You can get more information on GigaPixel at their site. I just want to point out one big difference between 3D IP companies, and 3D chip companies, asides from the fact that one of them doesn't sell hardware: 3D IP companies tend to have more exotic solutions a la PowerVR and GigaPixel. There really isn't much room for anything out of the ordinary in the PC graphics arena. The design process is tied to the manufacturing process. You shrink dies, and add more transistors, and just chew up as much of the 3D pipeline as Intel and Microsoft allow.

3D IP companies have to be more concerned about addressing the needs of manufacturers that want to squeeze the 3D into either an existing design, or as part of some strategic component design. I don't honestly know if that is good or bad from a technology standpoint. Certainly, PowerVR has proven that the best intentions in the world don't add up to the best products.
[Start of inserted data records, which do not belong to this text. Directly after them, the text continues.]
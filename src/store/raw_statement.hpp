#pragma once
// A prepared statement read through SQLite's C interface directly: `audit verify` reads every column of every
// row of a lab's database, and views of the values (no copy, no wrapper object per column) keep that close to
// the cost of reading the pages.
#include <SQLiteCpp/Database.h>
#include <sqlite3.h>

#include <cstdint>
#include <string>
#include <string_view>

namespace plumb::store {

class RawStatement {
 public:
  /// StorageError naming SQLite's message when `sql` does not prepare.
  RawStatement(SQLite::Database& db, const std::string& sql);
  ~RawStatement();
  RawStatement(const RawStatement&) = delete;
  RawStatement& operator=(const RawStatement&) = delete;

  /// The next row: true when there is one (StorageError on a read error).
  bool step();
  /// Back to before the first row, bindings cleared.
  void reset();
  [[nodiscard]] sqlite3_stmt* get() const { return stmt_; }

 private:
  sqlite3* db_;
  sqlite3_stmt* stmt_ = nullptr;
};

/// Column `i` of the current row as text without a copy (empty for NULL); valid until the next step.
std::string_view column_text(sqlite3_stmt* q, int i);

}  // namespace plumb::store
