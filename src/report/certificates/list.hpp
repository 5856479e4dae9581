#pragma once
// The certificate list and the approval queue: plain rows the app layer fills (app/certificates/list.hpp),
// rendered as aligned text, CSV (report/format/csv.hpp) and JSON.
#include <cstdint>
#include <nlohmann/json.hpp>
#include <optional>
#include <string>
#include <vector>

#include "core/dates.hpp"

namespace plumb::report {

struct CertificateListItem {
  std::string number;
  std::int64_t run_id = 0;
  std::string instrument;
  std::string procedure;  ///< its key, e.g. "repeatability"
  Date check_date;
  std::string operator_name;  ///< who performed the check (cannot approve it)
  std::string issued_at;      ///< UTC, ISO 8601
  std::string issued_by;
  std::string state;  ///< "draft", "approved", "superseded", "withdrawn"
  std::optional<std::string> approved_by, approved_at;
  std::optional<std::string> superseded_at, replaced_by;
  std::optional<std::string> withdrawn_at, withdrawn_reason;
  std::optional<int> waiting_days;  ///< the approval queue: days since issue
};

/// `scope` says what was asked for, e.g. "state draft, instrument BAL-A" (empty: every certificate).
std::string certificate_list_text(const std::vector<CertificateListItem>& items, const std::string& scope);
std::string certificate_list_csv(const std::vector<CertificateListItem>& items);
nlohmann::json certificate_list_json(const std::vector<CertificateListItem>& items);

/// The drafts waiting for a reviewer on `on`, oldest first, with how long each has waited.
std::string approval_queue_text(const std::vector<CertificateListItem>& items, Date on);
std::string approval_queue_csv(const std::vector<CertificateListItem>& items);
nlohmann::json approval_queue_json(const std::vector<CertificateListItem>& items, Date on);

}  // namespace plumb::report
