#include "store/balance_ports.hpp"

#include <SQLiteCpp/Statement.h>

namespace plumb::store {
namespace {

constexpr const char* port_select =
    "SELECT id, balance_id, device, baud, parity, data_bits, stop_bits, handshake, send_command, line_pattern, "
    "unit, reason, created_at, created_by FROM balance_ports WHERE balance_id = ? ORDER BY id";

BalancePort port_from(SQLite::Statement& q) {
  BalancePort p;
  p.id = q.getColumn(0).getInt64();
  p.balance_id = q.getColumn(1).getString();
  p.device = q.getColumn(2).getString();
  p.baud = q.getColumn(3).getInt();
  p.parity = q.getColumn(4).getString();
  p.data_bits = q.getColumn(5).getInt();
  p.stop_bits = q.getColumn(6).getInt();
  p.handshake = q.getColumn(7).getString();
  if (!q.getColumn(8).isNull()) p.send_command = q.getColumn(8).getString();
  if (!q.getColumn(9).isNull()) p.line_pattern = q.getColumn(9).getString();
  p.unit = parse_mass_unit(q.getColumn(10).getString());
  p.reason = q.getColumn(11).getString();
  p.created_at = q.getColumn(12).getString();
  p.created_by = q.getColumn(13).getString();
  return p;
}

}  // namespace

std::int64_t add_balance_port(Recorder& rec, const BalancePort& port) {
  return rec.insert("balance_ports",
                    {{"balance_id", port.balance_id},
                     {"device", port.device},
                     {"baud", port.baud},
                     {"parity", port.parity},
                     {"data_bits", port.data_bits},
                     {"stop_bits", port.stop_bits},
                     {"handshake", port.handshake},
                     {"send_command", port.send_command},
                     {"line_pattern", port.line_pattern},
                     {"unit", std::string(to_string(port.unit))},
                     {"reason", port.reason.empty() ? Value() : Value(port.reason)},
                     {"created_at", rec.now()},
                     {"created_by", rec.actor().name}},
                    {"id"}, port.reason);
}

std::vector<BalancePort> balance_port_history(SQLite::Database& db, const std::string& balance_id) {
  SQLite::Statement q(db, port_select);
  q.bind(1, balance_id);
  std::vector<BalancePort> out;
  while (q.executeStep()) out.push_back(port_from(q));
  return out;
}

std::optional<BalancePort> current_balance_port(SQLite::Database& db, const std::string& balance_id) {
  auto all = balance_port_history(db, balance_id);
  if (all.empty()) return std::nullopt;
  return all.back();
}

}  // namespace plumb::store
However, my contention is that in the desktop graphics market there is room for 3 big players, and everyone else is just not going to have the investment funds needed to compete in 3D. Therefore, 3D IP may be the best hope that's available to anyone who isn't ATI, Nvidia, or S3.

It's worth keeping an eye on companies such as GigaPixel. If GigaPixel can get a few big, committed customers, it will be able to stretch its architecture into the desktop arena, perhaps through a company like Matrox , or ELSA . I am pretty certain that there is still some life left in the graphics business, and that eventually, even the PC OEMs are going to want to buy in 3D technology that is exclusive to them. As for 3D in other devices, it would be a great thing for 3D IP companies, but unless a few Sega's spring up in the next five years, I don't see much to build a business on. Maybe Sony will scare up a few DVD and console competitors by virtue of its market superiority. Maybe that's Sony's the best thing that could happen to GigaPixel. We'll see.